The buffer replacement strategy actually used in freelist.c is a
version of the Adaptive Replacement Cache (ARC) special tailored for
PostgreSQL.

The algorithm works as follows:

    C is the size of the cache in number of pages (conf: shared_buffers)
	ARC uses 2*C Cache Directory Blocks (CDB). A cache directory block
	is allwayt associated with one unique file page and "can" point to
	one shared buffer.

	All file pages known in by the directory are managed in 4 LRU lists
	named B1, T1, T2 and B2. The T1 and T2 lists are the "real" cache
	entries, linking a file page to a memory buffer where the page is
	currently cached. Consequently T1len+T2len <= C. B1 and B2 are
	ghost cache directories that extend T1 and T2 so that the strategy
	remembers pages longer. The strategy tries to keep B1len+T1len and
	B2len+T2len both at C. T1len and T2 len vary over the runtime
	depending on the lookup pattern and its resulting cache hits. The
	desired size of T1len is called T1target.

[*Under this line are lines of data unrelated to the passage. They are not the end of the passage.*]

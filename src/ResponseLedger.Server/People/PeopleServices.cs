using Microsoft.AspNetCore.Authentication;
using Microsoft.AspNetCore.Authentication.Cookies;
using Microsoft.AspNetCore.Authorization;
using Microsoft.AspNetCore.DataProtection;
using Microsoft.AspNetCore.Identity;
using ResponseLedger.Server.Http;
using ResponseLedger.Store;
using ResponseLedger.Store.Model;

namespace ResponseLedger.Server.People;

/// <summary>Registers accounts, the session cookie, bench tokens, policies and rate limits.</summary>
internal static class PeopleServices
{
    /// <summary>The session cookie's name; no __Host- prefix, which browsers refuse on plain http.</summary>
    public const string CookieName = "responseledger";

    /// <summary>How long a session lasts: a working day, whether or not it is used.</summary>
    public static readonly TimeSpan SessionLength = TimeSpan.FromHours(8);

    /// <summary>How soon a changed password, changed roles or a disabled account end or change a session.</summary>
    public static readonly TimeSpan StampInterval = TimeSpan.FromMinutes(1);

    /// <summary>Rounds of PBKDF2 with HMAC-SHA-512; at least 210,000 (OWASP Password Storage).</summary>
    public const int HashIterations = 210_000;

    private const string AnyScheme = "cookieOrBearer";

    public static void Add(IServiceCollection services, IConfiguration configuration)
    {
        services.AddIdentityCore<Person>(options => options.ClaimsIdentity.UserNameClaimType = System.Security.Claims.ClaimTypes.Name)
            .AddRoles<IdentityRole<Guid>>()
            .AddEntityFrameworkStores<ResponseLedgerContext>()
            .AddSignInManager()
            .AddClaimsPrincipalFactory<PersonClaims>();
        services.AddScoped<ISecurityStampValidator, SessionStamp>();
        services.Configure<PasswordHasherOptions>(options => options.IterationCount = HashIterations);
        services.AddSingleton<IPasswordHasher<Person>, PasswordHasher<Person>>();
        services.Configure<SecurityStampValidatorOptions>(options => options.ValidationInterval = StampInterval);
        services.AddSingleton<PasswordRules>();
        services.AddSingleton<PasswordCheck>();
        services.AddSingleton<PasswordAsked>();
        services.AddSingleton<EndedSessions>();
        services.AddSingleton<FirstPeople>();
        services.AddSingleton<Accounts>();

        AddSchemes(services);
        AddPolicies(services);
        RateLimits.Add(services, configuration);
        services.AddDataProtection().SetApplicationName("ResponseLedger").PersistKeysToDbContext<ResponseLedgerContext>();

        // The framework would load the key ring before the server listens, when the first start has no table for it yet.
        services.Remove(services.Single(service => service.ImplementationType?.Name == "DataProtectionHostedService"));
    }

    private static void AddSchemes(IServiceCollection services)
    {
        services.AddAuthentication(AnyScheme)
            .AddPolicyScheme(AnyScheme, null, options => options.ForwardDefaultSelector =
                http => RequestGuard.IsByBearer(http.Request) ? TokenScheme.Name : IdentityConstants.ApplicationScheme)
            .AddScheme<AuthenticationSchemeOptions, TokenScheme>(TokenScheme.Name, null)
            .AddCookie(IdentityConstants.ApplicationScheme, options =>
            {
                options.Cookie.Name = CookieName;
                options.Cookie.HttpOnly = true;

                // Strict costs nothing here: a link from elsewhere opens the shell page, and the shell's own requests are same-site.
                options.Cookie.SameSite = SameSiteMode.Strict;
                options.Cookie.SecurePolicy = CookieSecurePolicy.SameAsRequest;
                options.ExpireTimeSpan = SessionLength;
                options.SlidingExpiration = false;
                options.Events.OnValidatePrincipal = EndedSessions.ValidateAsync;
            });
        services.AddOptions<CookieAuthenticationOptions>(IdentityConstants.ApplicationScheme)
            .Configure<TimeProvider>((options, time) => options.TimeProvider = time);
        services.AddOptions<SecurityStampValidatorOptions>().Configure<TimeProvider>((options, time) => options.TimeProvider = time);
        services.AddSingleton<IAuthorizationMiddlewareResultHandler, NoEntry>();
    }

    private static void AddPolicies(IServiceCollection services)
    {
        services.AddAuthorizationBuilder()
            .AddPolicy(Policies.Read, policy => policy.RequireAssertion(c => Settled(c) && (Holds(c, [.. Roles.All]) || Has(c, Scopes.Read))))
            .AddPolicy(Policies.Person, policy => policy.RequireAssertion(IsPerson))
            .AddPolicy(Policies.SendRuns, policy => policy.RequireAssertion(c => Settled(c) && (Has(c, Scopes.Runs) || Holds(c, Roles.Operator, Roles.Engineer, Roles.Quality))))
            .AddPolicy(Policies.Operate, policy => policy.RequireAssertion(c => Settled(c) && Holds(c, Roles.Operator, Roles.Engineer, Roles.Quality)))
            .AddPolicy(Policies.Engineer, policy => policy.RequireAssertion(c => Settled(c) && Holds(c, Roles.Engineer)))
            .AddPolicy(Policies.Sign, policy => policy.RequireAssertion(c => Settled(c) && Holds(c, Roles.Engineer, Roles.Quality)))
            .AddPolicy(Policies.Quality, policy => policy.RequireAssertion(c => Settled(c) && Holds(c, Roles.Quality)))
            .AddPolicy(Policies.Oversee, policy => policy.RequireAssertion(c => Settled(c) && Holds(c, Roles.Manager, Roles.Auditor)))
            .AddPolicy(Policies.Manage, policy => policy.RequireAssertion(c => Settled(c) && Holds(c, Roles.Manager)));
    }

    private static bool IsPerson(AuthorizationHandlerContext context)
        => context.User.Identity is { IsAuthenticated: true } && CurrentActor.TokenId(context.User) is null;

    private static bool Has(AuthorizationHandlerContext context, string scope) => context.User.HasClaim(CurrentActor.ScopeClaim, scope);

    private static bool Holds(AuthorizationHandlerContext context, params ReadOnlySpan<string> roles)
        => IsPerson(context) && CurrentActor.Holds(context.User, roles);

    private static bool Settled(AuthorizationHandlerContext context) => !context.User.HasClaim(PersonClaims.MustChangePassword, "true");
}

	Assuming we have a full cache, one of 5 cases happens on a lookup:

	MISS	On a cache miss, depending on T1target and the actual T1len
			the LRU buffer of T1 or T2 is evicted. Its CDB is removed
			from the T list and added as MRU of the corresponding B list.
			The now free buffer is replaced with the requested page
			and added as MRU of T1.

	T1 hit	The T1 CDB is moved to the MRU position of the T2 list.

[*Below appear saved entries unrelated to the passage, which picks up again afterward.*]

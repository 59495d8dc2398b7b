namespace ResponseLedger.Engine.Sweeps;

/// <summary>
/// H / H_golden at the union of both grids within the span that both cover: difference in dB, degrees and seconds. The phase is
/// unwrapped as that of a ratio (not as a difference of two unwrapped curves), with the whole turns that bring the run nearest
/// to the golden run at their lowest common frequency. Between its points the ratio runs straight against log f.
/// </summary>
public sealed class GoldenRatio
{
    private readonly double[] frequencyHz;
    private readonly double[] differenceDb;
    private readonly Lazy<(double[] Deg, SuspectStep[] SuspectSteps)> phase;
    private readonly Lazy<double[]> delayDifferenceSeconds;

    private GoldenRatio(Sweep run, Sweep golden, double[] unionHz)
    {
        frequencyHz = unionHz;
        differenceDb = new double[unionHz.Length];
        LevelDifference(run.GainCurve, golden.GainCurve, unionHz, differenceDb);
        bool hasPhase = run.HasPhase && golden.HasPhase;
        // Most masks compare levels only, so phase and delay wait until they are asked for.
        phase = new Lazy<(double[], SuspectStep[])>(() =>
        {
            if (!hasPhase)
                return ([], []);
            double[] deg = Difference(run.PhaseCurve, golden.PhaseCurve, unionHz);
            return (deg, Unwrapping.Unwrap(unionHz, deg));
        });
        delayDifferenceSeconds = new Lazy<double[]>(() => hasPhase ? Difference(run.DelayCurve, golden.DelayCurve, unionHz) : []);
    }

    /// <summary>Union of both grids within the common span, in Hz, strictly ascending, 2 or more.</summary>
    public ReadOnlySpan<double> FrequencyHz => frequencyHz;

    /// <summary>Level of the run less that of the golden run in dB; negative infinity at and beside a gain of exactly zero of the run; NaN (absent) at and beside one of the golden run.</summary>
    public ReadOnlySpan<double> DifferenceDb => differenceDb;

    /// <summary>Phase of the ratio in degrees, unwrapped, the first in (-180, 180]; NaN where either is absent; empty when either run carries no phase.</summary>
    public ReadOnlySpan<double> DifferenceDeg => phase.Value.Deg;

    /// <summary>Group delay of the run less that of the golden run in seconds; NaN where either is absent; empty when either run carries no phase.</summary>
    public ReadOnlySpan<double> DelayDifferenceSeconds => delayDifferenceSeconds.Value;

    /// <summary>Steps of the ratio's phase over 120 degrees.</summary>
    public ReadOnlySpan<SuspectStep> SuspectSteps => phase.Value.SuspectSteps;

    /// <summary>The ratio of two runs; null when their spans share less than two frequencies of the union.</summary>
    /// <param name="run">The run.</param>
    /// <param name="golden">The golden run.</param>
    public static GoldenRatio? Of(Sweep run, Sweep golden)
    {
        ArgumentNullException.ThrowIfNull(run);
        ArgumentNullException.ThrowIfNull(golden);
        double[] union = Union(run.FrequencyHz, golden.FrequencyHz);
        return union.Length < 2 ? null : new GoldenRatio(run, golden, union);
    }

    private static double[] Union(ReadOnlySpan<double> a, ReadOnlySpan<double> b)
    {
        double fromHz = Math.Max(a[0], b[0]);
        double toHz = Math.Min(a[^1], b[^1]);
        var union = new double[a.Length + b.Length];
        int count = 0;
        for (int i = 0, j = 0; i < a.Length || j < b.Length;)
        {
            double next = j == b.Length || i < a.Length && a[i] <= b[j] ? a[i] : b[j];
            if (i < a.Length && a[i] == next)
                i++;
            if (j < b.Length && b[j] == next)
                j++;
            if (next >= fromHz && next <= toHz)
                union[count++] = next;
        }

        return union[..count];
    }

    private static double[] Difference(Curve run, Curve golden, double[] atHz)
    {
        var difference = new double[atHz.Length];
        int i = 0;
        int j = 0;
        for (int k = 0; k < atHz.Length; k++)
            difference[k] = Follow(run, ref i, atHz[k]) - Follow(golden, ref j, atHz[k]);
        return difference;
    }

    private static void LevelDifference(Curve run, Curve golden, double[] atHz, double[] differenceDb)
    {
        int i = 0;
        int j = 0;
        for (int k = 0; k < atHz.Length; k++)
        {
            double level = Follow(run, ref i, atHz[k]);
            double reference = Follow(golden, ref j, atHz[k]);
            differenceDb[k] = !double.IsFinite(reference) ? double.NaN
                : double.IsFinite(level) ? level - reference
                : double.NegativeInfinity;
        }
    }

    /// <summary>The value at a frequency inside the span, for frequencies that ascend from call to call.</summary>
    private static double Follow(Curve curve, ref int piece, double atHz)
    {
        while (piece < curve.Count - 2 && curve.FrequencyHz[piece + 1] <= atHz)
            piece++;
        return curve.OnPiece(piece, atHz);
    }
}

	T2 hit	The T2 CDB is moved to the MRU position of the T2 list.

	B1 hit	This means that a buffer that was evicted from the T1
			list is now requested again, indicating that T1target is
			too small (otherwise it would still be in T1 and thus in
			memory). The strategy raises T1target, evicts a buffer
			depending on T1target and T1len and places the CDB at
			MRU of T2.

	B2 hit	This means the opposite of B1, the T2 list is probably too
			small. So the strategy lowers T1target, evicts a buffer
			and places the CDB at MRU of T2.

	Thus, every page that is found on lookup in any of the four lists
	ends up as the MRU of the T2 list. The T2 list therefore is the
	"frequency" cache, holding frequently requested pages.

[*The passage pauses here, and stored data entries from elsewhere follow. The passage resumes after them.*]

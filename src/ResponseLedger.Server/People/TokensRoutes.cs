using System.Security.Claims;
using System.Text.Json.Nodes;
using FluentValidation;
using Microsoft.AspNetCore.Http.HttpResults;
using Microsoft.EntityFrameworkCore;
using Npgsql;
using ResponseLedger.Server.Devices;
using ResponseLedger.Server.Http;
using ResponseLedger.Store;
using ResponseLedger.Store.Acts;
using ResponseLedger.Store.Model;

namespace ResponseLedger.Server.People;

/// <summary>Bench tokens, for managers; auditors see them.</summary>
internal static class TokensRoutes
{
    private const int UsualDays = 365;
    private const int MostDays = 730;
    private const int LongestName = 200;

    private static readonly Dictionary<string, string> ScopeWords = new(StringComparer.Ordinal)
    {
        [Scopes.Runs] = Scopes.Runs,
        ["runs:write"] = Scopes.Runs,
        [Scopes.Read] = Scopes.Read,
        ["runs:read"] = Scopes.Read,
    };

    public static void Map(IEndpointRouteBuilder api)
    {
        var tokens = api.MapGroup("/tokens").WithTags("Tokens");
        tokens.MapGet("", ListAsync).RequireAuthorization(Policies.Oversee)
            .WithName("ListTokens").WithSummary("The bench tokens, in the order in which they were made; never their secrets.")
            .ProducesProblem(StatusCodes.Status422UnprocessableEntity);
        tokens.MapPost("", CreateAsync).Validated<NewToken>().RequireAuthorization(Policies.Manage)
            .WithName("CreateToken").WithSummary("Makes a bench token and tells it, once. Without a bench its first upload binds it to one.");
        tokens.MapDelete("/{id:guid}", RevokeAsync).RequireAuthorization(Policies.Manage)
            .WithName("RevokeToken").WithSummary("Ends a token at once.")
            .ProducesProblem(StatusCodes.Status404NotFound);
    }

    internal sealed record NewToken(string? Name, IReadOnlyList<string>? Scopes, string? Bench, int? ExpiresInDays);

    /// <summary>A token as it may be shown.</summary>
    internal record TokenShown(
        Guid Id, string Name, string Prefix, IReadOnlyList<string> Scopes, Guid? BenchId, string? Bench, DateTimeOffset CreatedAt, DateTimeOffset ExpiresAt, DateTimeOffset? RevokedAt);

    /// <summary>A token at its making, with its secret.</summary>
    internal sealed record TokenMade(
        Guid Id, string Name, string Prefix, IReadOnlyList<string> Scopes, Guid? BenchId, string? Bench, DateTimeOffset CreatedAt, DateTimeOffset ExpiresAt, string Token)
        : TokenShown(Id, Name, Prefix, Scopes, BenchId, Bench, CreatedAt, ExpiresAt, null);

    internal sealed class NewTokenValidator : AbstractValidator<NewToken>
    {
        public NewTokenValidator()
        {
            // It stands in the ledger beside what the token did.
            RuleFor(r => r.Name).IsName(LongestName);
            RuleFor(r => r.Bench).IsName().When(r => !string.IsNullOrEmpty(r.Bench));
            RuleFor(r => r.Scopes)
                .NotEmpty().WithMessage(KnownScopes)
                .Must(scopes => scopes is null || scopes.All(scope => scope is not null && ScopeWords.ContainsKey(scope))).WithMessage(KnownScopes);
            RuleFor(r => r.ExpiresInDays).InclusiveBetween(1, MostDays).WithMessage($"A token lives 1 to {MostDays} days.");
        }

        private static string KnownScopes => $"Scopes are {Scopes.Runs} (or runs:write), to send runs, and {Scopes.Read} (or runs:read), to read.";
    }

    private static async Task<Page<TokenShown>> ListAsync(ResponseLedgerContext db, string? cursor, int? limit, CancellationToken cancellationToken)
    {
        var take = Paging.Limit(limit);
        var after = Paging.Key<string>(cursor) is { } key ? Guid.TryParse(key, out var id) ? id : throw new RefusedException(new FieldRefused("cursor", "This cursor was not given by this list.")) : Guid.Empty;
        var rows = await (
            from token in db.BenchTokens.AsNoTracking()
            join binding in db.TokenBindings on token.Id equals binding.TokenId into bindings
            from binding in bindings.DefaultIfEmpty()
            join revocation in db.TokenRevocations on token.Id equals revocation.TokenId into revocations
            from revocation in revocations.DefaultIfEmpty()
            where token.Id > after
            orderby token.Id
            select new
            {
                token,
                BenchId = token.BenchId ?? (binding == null ? null : (Guid?)binding.BenchId),
                Bench = db.Benches.Where(b => b.Id == (token.BenchId ?? binding!.BenchId)).Select(b => b.Name).FirstOrDefault(),
                RevokedAt = revocation == null ? null : (DateTimeOffset?)revocation.At,
            }).Take(take + 1).ToListAsync(cancellationToken);
        return Paging.Cut(
            rows,
            take,
            row => new TokenShown(row.token.Id, row.token.Name, TokenSecret.Prefix(row.token.Id), row.token.Scopes, row.BenchId, row.Bench, row.token.At, row.token.ExpiresAt, row.RevokedAt),
            row => row.token.Id.ToString());
    }

    private static async Task<Created<TokenMade>> CreateAsync(
        NewToken request, ClaimsPrincipal user, ResponseLedgerContext db, ActRunner acts, CancellationToken cancellationToken)
    {
        string[] scopes = [.. request.Scopes!.Select(scope => ScopeWords[scope]).Distinct().Order(StringComparer.Ordinal)];
        var bench = await FindBenchAsync(db, request.Bench?.Trim(), cancellationToken);
        var made = await acts.RunAsync(CurrentActor.Of(user), async (act, ct) =>
        {
            var id = act.NewId();
            var (text, hash) = TokenSecret.Make(id);
            var token = new BenchToken
            {
                Id = id,
                Name = request.Name!.Trim(),
                BenchId = bench?.Id,
                Scopes = scopes,
                SecretHash = hash,
                ExpiresAt = act.At.AddDays(request.ExpiresInDays ?? UsualDays),
                At = act.At,
                ById = act.ById,
            };
            act.Db.BenchTokens.Add(token);
            act.Record(
                "token.created",
                new JsonObject { ["tokenId"] = id.ToString(), ["name"] = token.Name, ["benchId"] = bench?.Id.ToString() },
                new JsonObject { ["scopes"] = Accounts.Words(scopes), ["expiresAt"] = Ledger.Microseconds.Format(token.ExpiresAt) });
            await act.Db.SaveChangesAsync(ct);
            return new TokenMade(id, token.Name, TokenSecret.Prefix(id), scopes, bench?.Id, bench?.Name, token.At, token.ExpiresAt, text);
        }, cancellationToken);
        return TypedResults.Created($"/api/tokens/{made.Id}", made);
    }

    private static async Task<Bench?> FindBenchAsync(ResponseLedgerContext db, string? named, CancellationToken cancellationToken)
    {
        if (string.IsNullOrEmpty(named))
            return null;

        var byId = Guid.TryParse(named, out var id);
        return await db.Benches.AsNoTracking().FirstOrDefaultAsync(b => byId ? b.Id == id : b.Name == named, cancellationToken)
            ?? throw new RefusedException(new FieldRefused("bench", "There is no bench under this id or name. Make it first, or leave it out: the first upload binds the token."));
    }

    private static async Task<NoContent> RevokeAsync(Guid id, ClaimsPrincipal user, ResponseLedgerContext db, ActRunner acts, CancellationToken cancellationToken)
    {
        var name = await db.BenchTokens.Where(t => t.Id == id).Select(t => t.Name).SingleOrDefaultAsync(cancellationToken)
            ?? throw new RefusedException(new NothingThere("token"));
        if (await db.TokenRevocations.AnyAsync(r => r.TokenId == id, cancellationToken))
            return TypedResults.NoContent();

        try
        {
            await acts.RunAsync(CurrentActor.Of(user), (act, _) =>
            {
                act.Db.TokenRevocations.Add(new TokenRevocation { TokenId = id, At = act.At, ById = act.ById });
                act.Record("token.revoked", new JsonObject { ["tokenId"] = id.ToString(), ["name"] = name }, []);
                return Task.FromResult(id);
            }, cancellationToken);
        }
        catch (DbUpdateException race) when (race.InnerException is PostgresException { SqlState: PostgresErrorCodes.UniqueViolation })
        {
            // Somebody else revoked it at the same moment; it is revoked.
        }

        return TypedResults.NoContent();
    }
}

	Every page that is seen for the first time ends up as the MRU of
	the T1 list. The T1 list is the "recency" cache, holding recent
	newcomers.

	The tailoring done for PostgreSQL has to do with the way, the
	query executor works. A typical UPDATE or DELETE first scans the 
	relation, searching for the tuples and then calls heap_update() or
	heap_delete(). This causes at least 2 lookups for the block in the
	same statement. In the case of multiple matches in one block even
	more often. As a result, every block touched in an UPDATE or DELETE
	would directly jump into the T2 cache, which is wrong. To prevent
	this the strategy remembers which transaction added a buffer to the
	T1 list and will not promote it from there into the T2 cache during
	the same transaction.
	
	Another specialty is the change of the strategy during VACUUM.
	Lookups during VACUUM do not represent application needs, so it
	would be wrong to change the cache balance T1target due to that
	or to cause massive cache evictions. Therefore, a page read in to
	satisfy vacuum (not those that actually cause a hit on any list)
	is placed at the LRU position of the T1 list, for immediate
	reuse. Since Vacuum usually requests many pages very fast, the
	natural side effect of this is that it will get back the very
	buffers it filled and possibly modified on the next call and will
	therefore do it's work in a few shared memory buffers, while using
	whatever it finds in the cache already.